**Brief**
Beneath this instruction is a block of data; output from it exactly the lines that run from the one containing "var d, pw []string" through the one containing "if value != math.Trunc(value) || math.IsInf(value, 0)", inclusive.

◇ ◇ ◇ ◇ ◇ ◇ ◇

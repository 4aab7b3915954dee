package loop

import (
	"math"
	"math/rand/v2"
	"runtime"
	"sync"
	"sync/atomic"

	"github.com/fadeloop/fadeloop/fading"
)

// userGen generates one user's per-slot inputs of a replication.
type userGen struct {
	src      gainSource
	shadow   *fading.Shadowing
	shDB     []float64
	plLin    float64
	actRand  *rand.Rand
	actOn    bool
	actLeft  int64
	qOn      float64 // 1/mean on-burst
	qOff     float64 // 1/mean off-burst
	measRand *rand.Rand
	sigmaLn  float64
	cmdRand  *rand.Rand
	cmdP     float64
	levels   int
}

// genBuf is one block of generated inputs, user-major: x[u*rs+s].
type genBuf struct {
	gain []float64
	act  []uint8   // nil when every user is always on
	merr []float64 // nil without estimation error: factor on the SIR
	cerr []uint8   // nil without command errors: level offset, 0 none
	len  int
	t0   int64
	wg   sync.WaitGroup
}

type genTask struct {
	rp     *replication
	buf    *genBuf
	u0, u1 int
}

// genPool runs generation tasks on a fixed set of workers. A panic in a
// task is recovered, recorded (the first one) and reported by err, so a
// programmer error fails the run instead of the process.
type genPool struct {
	tasks    chan genTask
	wg       sync.WaitGroup
	panicked atomic.Pointer[PanicError]
}

// err returns the first recovered panic of the pool's workers, or nil.
func (p *genPool) err() error {
	if pe := p.panicked.Load(); pe != nil {
		return pe
	}
	return nil
}

// runTask runs one generation task, recovering a panic into the pool; pc
// is the worker's interpolation-plan cache (users of a task advance in
// step, so those with the same Doppler share plans).
func (p *genPool) runTask(t genTask, pc *fading.PlanCache) {
	defer t.buf.wg.Done()
	defer func() {
		if v := recover(); v != nil {
			p.panicked.CompareAndSwap(nil, NewPanicError(v))
		}
	}()
	if p.panicked.Load() != nil {
		return
	}
	for u := t.u0; u < t.u1; u++ {
		t.rp.genUser(t.buf, u, pc)
	}
}

func newGenPool(workers int) *genPool {
	p := &genPool{tasks: make(chan genTask, 1024)}
	for i := 0; i < workers; i++ {
		p.wg.Add(1)
		go func() {
			defer p.wg.Done()
			pc := new(fading.PlanCache)
			for t := range p.tasks {
				p.runTask(t, pc)
			}
		}()
	}
	return p
}

// help runs queued generation tasks on the calling goroutine until none is
// queued: a replication waiting for its next block works instead of
// sleeping (any goroutine may run any task; a user's channel still has one
// task at a time, and the samples do not depend on who runs it).
func (p *genPool) help(pc *fading.PlanCache) {
	for {
		select {
		case t, ok := <-p.tasks:
			if !ok {
				return
			}
			p.runTask(t, pc)
		default:
			return
		}
	}
}

func (p *genPool) close() { close(p.tasks); p.wg.Wait() }

// genUser fills user u's part of buf for the block starting at buf.t0.
func (rp *replication) genUser(buf *genBuf, u int, pc *fading.PlanCache) {
	ug := &rp.gen[u]
	n := buf.len
	off := u * rp.rs
	g := buf.gain[off : off+n]
	if ch, ok := ug.src.(*fading.Channel); ok {
		ch.FillGainsShared(g, pc)
	} else {
		ug.src.FillGains(g)
	}
	if ug.shadow != nil {
		sh := ug.shDB[:n]
		ug.shadow.FillDB(sh)
		c := math.Ln10 / 10
		for i := range g {
			g[i] *= ug.plLin * math.Exp(c*sh[i])
		}
	} else if ug.plLin != 1 {
		for i := range g {
			g[i] *= ug.plLin
		}
	}
	if buf.act != nil {
		a := buf.act[off : off+n]
		if ug.actRand == nil {
			for i := range a {
				a[i] = 1
			}
		} else {
			for i := 0; i < n; {
				if ug.actLeft <= 0 {
					if ug.actLeft == 0 {
						ug.actOn = !ug.actOn
					}
					q := ug.qOff
					if ug.actOn {
						q = ug.qOn
					}
					ug.actLeft = geometric(ug.actRand, q)
				}
				k := int(min(ug.actLeft, int64(n-i)))
				var v uint8
				if ug.actOn {
					v = 1
				}
				for j := i; j < i+k; j++ {
					a[j] = v
				}
				i += k
				ug.actLeft -= int64(k)
			}
		}
	}
	if buf.merr != nil {
		m := buf.merr[off : off+n]
		for i := range m {
			m[i] = math.Exp(ug.sigmaLn * ug.measRand.NormFloat64())
		}
	}
	if buf.cerr != nil {
		c := buf.cerr[off : off+n]
		for i := range c {
			c[i] = 0
			if ug.cmdRand.Float64() < ug.cmdP {
				c[i] = uint8(1 + ug.cmdRand.IntN(ug.levels-1))
			}
		}
	}
}

// padStride rounds n elements of elemBytes up to an odd number of 64-byte
// cache lines, so that the same offset in consecutive rows falls in
// different cache sets (no 4 KiB aliasing between users).
func padStride(n, elemBytes int) int {
	per := 64 / elemBytes
	lines := (n + per - 1) / per
	if lines%2 == 0 {
		lines++
	}
	return lines * per
}

// geometric draws a length >= 1 with P(k) = (1−q)^(k−1) q.
func geometric(r *rand.Rand, q float64) int64 {
	if q >= 1 {
		return 1
	}
	u := 1 - r.Float64() // (0, 1]
	k := 1 + math.Floor(math.Log(u)/math.Log1p(-q))
	if k > 1<<50 {
		k = 1 << 50
	}
	return int64(k)
}

// schedule starts generating the block starting at t0 into buf.
func (rp *replication) schedule(buf *genBuf, t0 int64) {
	buf.t0 = t0
	buf.len = int(min(int64(rp.blk), rp.sh.total-t0))
	if buf.len <= 0 {
		buf.len = 0
		return
	}
	// Small tasks (about 16 per core, e.g. 2 users each for 64 users on 2
	// cores): the slot loop, when it has finished a block, runs queued
	// tasks itself (help) and then waits only for the ones under way; with
	// 4 per core that tail cost more than the extra plan computations.
	w := 16 * runtime.GOMAXPROCS(0)
	chunk := min(max(1, (rp.n+w-1)/w), 16)
	for u0 := 0; u0 < rp.n; u0 += chunk {
		buf.wg.Add(1)
		rp.pool.tasks <- genTask{rp: rp, buf: buf, u0: u0, u1: min(u0+chunk, rp.n)}
	}
}
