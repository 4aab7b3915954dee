package fading

import (
	"fmt"
	"testing"
)

// BenchmarkGenerators measures the throughput of each generator on a 3-tap
// channel at f_D·T = 0.037 and 0.0037 (55.6 Hz and 5.56 Hz at 1500
// samples/s) through FillGains (the loop's hot path) and FillTaps (the trace
// stream). One path-sample is one complex tap sample.
func BenchmarkGenerators(b *testing.B) {
	prof := Profile{Name: "3tap", Taps: []Tap{{0, 0}, {310, -1}, {710, -9}}}
	const fs = 1500.0
	for _, g := range []Generator{GeneratorDefault, GeneratorSumOfSinusoids, GeneratorSpectral} {
		for _, fd := range []float64{55.6, 5.56} {
			for _, kind := range []string{"gains", "taps"} {
				name := fmt.Sprintf("%v/fdT=%.4f/%s", g, fd/fs, kind)
				b.Run(name, func(b *testing.B) {
					ch, err := NewChannel(ChannelConfig{DopplerHz: fd, SampleRateHz: fs, Profile: prof, Generator: g}, 7, 0)
					if err != nil {
						b.Fatal(err)
					}
					const n = 4096
					gains := make([]float64, n)
					taps := make([]complex64, n*ch.NumTaps())
					b.ReportAllocs()
					b.ResetTimer()
					for i := 0; i < b.N; i++ {
						if kind == "gains" {
							ch.FillGains(gains)
						} else {
							ch.FillTaps(taps)
						}
					}
					b.ReportMetric(float64(b.N)*n*float64(ch.NumTaps())/b.Elapsed().Seconds(), "path-samples/s")
				})
			}
		}
	}
}
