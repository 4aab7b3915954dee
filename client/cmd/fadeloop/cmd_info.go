package main

import (
	"context"
	"flag"
	"fmt"
	"strconv"
	"strings"

	"github.com/fadeloop/fadeloop/client/render"
)

func init() {
	register(&command{
		order:   95,
		name:    "info",
		summary: "print the server's versions, limits and built-in channel profiles",
		usage:   "",
		details: `Asks the server (or the embedded one) for its engine and API versions, the
limits it enforces on requests (users, groups, grid points, axis values,
traced users, message sizes, work per call) and its built-in tap-delay
profiles with their taps.

Output formats: table; json (the fadeloop.v1 GetServerInfoResponse).

Examples:
  fadeloop info
  fadeloop --server 127.0.0.1:7443 info --format json`,
		run: runInfo,
	})
}

func runInfo(e *env, _ *flag.FlagSet) action {
	return func(ctx context.Context, args []string) error {
		if err := noArgs(args); err != nil {
			return err
		}
		if err := e.g.checkFormat("table", "json"); err != nil {
			return err
		}
		out, _, release, info, err := e.infoSession(ctx)
		if err != nil {
			return err
		}
		defer release()
		w := out.Writer()
		if e.g.format == "json" {
			b, err := render.MarshalJSON(info)
			if err != nil {
				return err
			}
			w.Write(b)
			return out.commit()
		}
		fmt.Fprintf(w, "engine %s, API %s\n", info.GetEngineVersion(), info.GetApiVersion())
		if v := info.GetMulticellEngineVersion(); v != "" {
			fmt.Fprintf(w, "multi-cell engine %s (scenarios with layout.sites set)\n", v)
		}
		fmt.Fprintln(w)
		l := info.GetLimits()
		t := render.NewTable("limit", "value").AlignRight(1)
		for _, r := range []struct {
			name string
			v    int64
		}{
			{"users per scenario", int64(l.GetMaxUsers())},
			{"groups per scenario", int64(l.GetMaxGroups())},
			{"slots per replication", l.GetMaxSlots()},
			{"grid points", int64(l.GetMaxGridPoints())},
			{"values per axis", int64(l.GetMaxAxisValues())},
			{"traced users per run", int64(l.GetMaxTracedUsers())},
			{"received message (bytes)", l.GetMaxRecvMessageBytes()},
			{"sent message (bytes)", l.GetMaxSendMessageBytes()},
			{"work per call (tap-slots)", l.GetMaxCostTapSlots()},
		} {
			t.Add(r.name, render.GroupDigits(r.v))
		}
		t.Write(w)
		fmt.Fprintln(w)
		pt := render.NewTable("profile", "taps", "delays (ns)", "powers (dB)").AlignRight(1)
		for _, p := range info.GetProfiles() {
			var d, pw []string
			for _, tp := range p.GetTaps() {
				d = append(d, strconv.FormatFloat(tp.GetDelayNs(), 'g', -1, 64))
				pw = append(pw, strconv.FormatFloat(tp.GetPowerDb(), 'g', -1, 64))
			}
			pt.Add(p.GetName(), strconv.Itoa(len(p.GetTaps())), strings.Join(d, " "), strings.Join(pw, " "))
		}
		pt.Write(w)
		return out.commit()
	}
}
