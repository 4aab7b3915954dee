package loop

import (
	"encoding"
	"fmt"
	"math"
	"reflect"
	"strconv"
	"strings"
)

// SetPath sets the numeric field (float, int or uint) of sc named by its
// json-tag path, e.g. "inner_loop.step_db", "groups[0].count",
// "groups[0].speeds[0].speed_kmh" — the axes of sweeps and of the tuner.
// The group-level path "groups[i].speed_kmh" (see IsGroupSpeedPath) sets
// the speed_kmh of every entry of group i's speed mix, keeping the weights.
// Integer fields take integral values within their range only. It returns
// an error naming the path for an unknown field, an index out of range, a
// non-numeric field (strings, bools, enums, lists) or a value the field
// cannot hold; sc is unchanged on error. Slices are not grown.
func SetPath(sc *Scenario, path string, value float64) error {
	if sc == nil {
		return fmt.Errorf("SetPath: nil scenario")
	}
	if path == "" {
		return fmt.Errorf("empty field path")
	}
	if IsGroupSpeedPath(path) {
		return setGroupSpeed(sc, path, value)
	}
	v, _, _, err := resolvePath(sc, path)
	if err != nil {
		return err
	}
	if v.CanAddr() {
		if _, isEnum := v.Addr().Interface().(encoding.TextUnmarshaler); isEnum {
			return fmt.Errorf("field path %q: %s is an enum, not a numeric field", path, v.Type().Name())
		}
	}
	switch v.Kind() {
	case reflect.Float32, reflect.Float64:
		v.SetFloat(value)
	case reflect.Int, reflect.Int8, reflect.Int16, reflect.Int32, reflect.Int64:
		if value != math.Trunc(value) || math.IsInf(value, 0) || math.IsNaN(value) {
			return fmt.Errorf("field path %q: integer field needs an integral value, got %g", path, value)
		}
		if value < -(1<<62) || value > 1<<62 || v.OverflowInt(int64(value)) {
			return fmt.Errorf("field path %q: value %g out of range of the integer field", path, value)
		}
		v.SetInt(int64(value))
	case reflect.Uint, reflect.Uint8, reflect.Uint16, reflect.Uint32, reflect.Uint64:
		if value != math.Trunc(value) || value < 0 || value >= 1<<63 || math.IsNaN(value) {
			return fmt.Errorf("field path %q: unsigned field needs a non-negative integral value below 2^63, got %g", path, value)
		}
		if v.OverflowUint(uint64(value)) {
			return fmt.Errorf("field path %q: value %g out of range of the field", path, value)
		}
		v.SetUint(uint64(value))
	default:
		return fmt.Errorf("field path %q: %s field is not numeric", path, v.Kind())
	}
	return nil
}

// GroupSpeedField is the last element of a group-level speed path.
const GroupSpeedField = "speed_kmh"

// IsGroupSpeedPath reports whether path is the group-level speed path
// "groups[i].speed_kmh" (i a non-negative integer): one value for every
// speed of the group's speed mix.
func IsGroupSpeedPath(path string) bool {
	head, ok := strings.CutSuffix(path, "."+GroupSpeedField)
	if !ok || strings.Contains(head, ".") {
		return false
	}
	name, idx, err := splitIndex(head)
	return err == nil && name == "groups" && len(idx) == 1
}

// setGroupSpeed sets every speed of the group named by a group-level speed
// path; sc is unchanged on error.
func setGroupSpeed(sc *Scenario, path string, value float64) error {
	_, idx, _ := splitIndex(strings.TrimSuffix(path, "."+GroupSpeedField))
	g := idx[0]
	if g >= len(sc.Groups) {
		return fmt.Errorf("field path %q: index %d out of range for \"groups\" (length %d)", path, g, len(sc.Groups))
	}
	if len(sc.Groups[g].Speeds) == 0 {
		return fmt.Errorf("field path %q: group %d has no speeds to set", path, g)
	}
	for i := range sc.Groups[g].Speeds {
		sc.Groups[g].Speeds[i].SpeedKmh = value
	}
	return nil
}

// resolvePath walks sc along a json-tag field path ("groups[0].speeds[1].speed_kmh")
// and returns the addressed field, the struct that holds its last named field,
// and that field's name; the error names the path and what did not resolve.
func resolvePath(sc *Scenario, path string) (v, parent reflect.Value, last string, err error) {
	v = reflect.ValueOf(sc).Elem()
	rest := path
	walked := ""
	for rest != "" {
		var tok string
		if i := strings.IndexByte(rest, '.'); i >= 0 {
			tok, rest = rest[:i], rest[i+1:]
			if rest == "" {
				return reflect.Value{}, reflect.Value{}, "", fmt.Errorf("field path %q: trailing '.'", path)
			}
		} else {
			tok, rest = rest, ""
		}
		name, idx, err := splitIndex(tok)
		if err != nil {
			return reflect.Value{}, reflect.Value{}, "", fmt.Errorf("field path %q: %v", path, err)
		}
		if v.Kind() != reflect.Struct {
			return reflect.Value{}, reflect.Value{}, "", fmt.Errorf("field path %q: %q is not a message", path, walked)
		}
		f, ok := fieldByTag(v, name)
		if !ok {
			return reflect.Value{}, reflect.Value{}, "", fmt.Errorf("field path %q: unknown field %q in %s (known: %s)", path, name, orRoot(walked), strings.Join(tagNames(v.Type()), ", "))
		}
		parent, last = v, name
		if walked != "" {
			walked += "."
		}
		walked += name
		v = f
		for _, k := range idx {
			if v.Kind() != reflect.Slice {
				return reflect.Value{}, reflect.Value{}, "", fmt.Errorf("field path %q: %q is not a list", path, walked)
			}
			if k >= v.Len() {
				return reflect.Value{}, reflect.Value{}, "", fmt.Errorf("field path %q: index %d out of range for %q (length %d)", path, k, walked, v.Len())
			}
			v = v.Index(k)
			walked += "[" + strconv.Itoa(k) + "]"
		}
	}
	return v, parent, last, nil
}

// SetTextPath sets the string field, or the enum field by its proto value
// name (e.g. "INNER_MODE_FIXED_POWER"), of sc named by its json-tag path, in
// the path syntax of SetPath ("groups[0].profile"). Setting a group's
// profile clears its custom_taps (exactly one of the two may be set). It
// returns an error naming the path for an unknown field, an index out of
// range, a field that is neither a string nor an enum, or an unknown enum
// name; sc is unchanged on error.
func SetTextPath(sc *Scenario, path, text string) error {
	if sc == nil {
		return fmt.Errorf("SetTextPath: nil scenario")
	}
	if path == "" {
		return fmt.Errorf("empty field path")
	}
	v, parent, last, err := resolvePath(sc, path)
	if err != nil {
		return err
	}
	if u, ok := v.Addr().Interface().(encoding.TextUnmarshaler); ok {
		old := v.Interface()
		if err := u.UnmarshalText([]byte(text)); err != nil {
			v.Set(reflect.ValueOf(old))
			return fmt.Errorf("field path %q: %v", path, err)
		}
		return nil
	}
	if v.Kind() != reflect.String {
		return fmt.Errorf("field path %q: %s field takes a number, not text", path, v.Kind())
	}
	v.SetString(text)
	if last == "profile" && len(text) > 0 {
		if taps, ok := fieldByTag(parent, "custom_taps"); ok && taps.Kind() == reflect.Slice {
			taps.Set(reflect.Zero(taps.Type()))
		}
	}
	return nil
}

func orRoot(s string) string {
	if s == "" {
		return "the scenario"
	}
	return "\"" + s + "\""
}

// splitIndex splits "speeds[0][1]" into "speeds" and [0, 1].
func splitIndex(tok string) (string, []int, error) {
	i := strings.IndexByte(tok, '[')
	if i < 0 {
		if tok == "" {
			return "", nil, fmt.Errorf("empty field name")
		}
		if strings.ContainsRune(tok, ']') {
			return "", nil, fmt.Errorf("stray ']' in %q", tok)
		}
		return tok, nil, nil
	}
	name, rest := tok[:i], tok[i:]
	if name == "" {
		return "", nil, fmt.Errorf("index without a field name in %q", tok)
	}
	var idx []int
	for rest != "" {
		if rest[0] != '[' {
			return "", nil, fmt.Errorf("malformed index in %q", tok)
		}
		j := strings.IndexByte(rest, ']')
		if j < 0 {
			return "", nil, fmt.Errorf("unclosed '[' in %q", tok)
		}
		k, err := strconv.Atoi(rest[1:j])
		if err != nil || k < 0 {
			return "", nil, fmt.Errorf("index %q in %q must be a non-negative integer", rest[1:j], tok)
		}
		idx = append(idx, k)
		rest = rest[j+1:]
	}
	return name, idx, nil
}

func jsonName(f reflect.StructField) string {
	tag := f.Tag.Get("json")
	if i := strings.IndexByte(tag, ','); i >= 0 {
		tag = tag[:i]
	}
	return tag
}

func fieldByTag(v reflect.Value, name string) (reflect.Value, bool) {
	t := v.Type()
	for i := 0; i < t.NumField(); i++ {
		if jsonName(t.Field(i)) == name {
			return v.Field(i), true
		}
	}
	return reflect.Value{}, false
}

func tagNames(t reflect.Type) []string {
	var out []string
	for i := 0; i < t.NumField(); i++ {
		if n := jsonName(t.Field(i)); n != "" && n != "-" {
			out = append(out, n)
		}
	}
	return out
}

◇ ◇ ◇ ◇ ◇ ◇ ◇

**Answer to this problem**
			var d, pw []string
			for _, tp := range p.GetTaps() {
				d = append(d, strconv.FormatFloat(tp.GetDelayNs(), 'g', -1, 64))
				pw = append(pw, strconv.FormatFloat(tp.GetPowerDb(), 'g', -1, 64))
			}
			pt.Add(p.GetName(), strconv.Itoa(len(p.GetTaps())), strings.Join(d, " "), strings.Join(pw, " "))
		}
		pt.Write(w)
		return out.commit()
	}
}
repository 4aab7b3915954dee
package loop

import (
	"encoding"
	"fmt"
	"math"
	"reflect"
	"strconv"
	"strings"
)

// SetPath sets the numeric field (float, int or uint) of sc named by its
// json-tag path, e.g. "inner_loop.step_db", "groups[0].count",
// "groups[0].speeds[0].speed_kmh" — the axes of sweeps and of the tuner.
// The group-level path "groups[i].speed_kmh" (see IsGroupSpeedPath) sets
// the speed_kmh of every entry of group i's speed mix, keeping the weights.
// Integer fields take integral values within their range only. It returns
// an error naming the path for an unknown field, an index out of range, a
// non-numeric field (strings, bools, enums, lists) or a value the field
// cannot hold; sc is unchanged on error. Slices are not grown.
func SetPath(sc *Scenario, path string, value float64) error {
	if sc == nil {
		return fmt.Errorf("SetPath: nil scenario")
	}
	if path == "" {
		return fmt.Errorf("empty field path")
	}
	if IsGroupSpeedPath(path) {
		return setGroupSpeed(sc, path, value)
	}
	v, _, _, err := resolvePath(sc, path)
	if err != nil {
		return err
	}
	if v.CanAddr() {
		if _, isEnum := v.Addr().Interface().(encoding.TextUnmarshaler); isEnum {
			return fmt.Errorf("field path %q: %s is an enum, not a numeric field", path, v.Type().Name())
		}
	}
	switch v.Kind() {
	case reflect.Float32, reflect.Float64:
		v.SetFloat(value)
	case reflect.Int, reflect.Int8, reflect.Int16, reflect.Int32, reflect.Int64:
		if value != math.Trunc(value) || math.IsInf(value, 0) || math.IsNaN(value) {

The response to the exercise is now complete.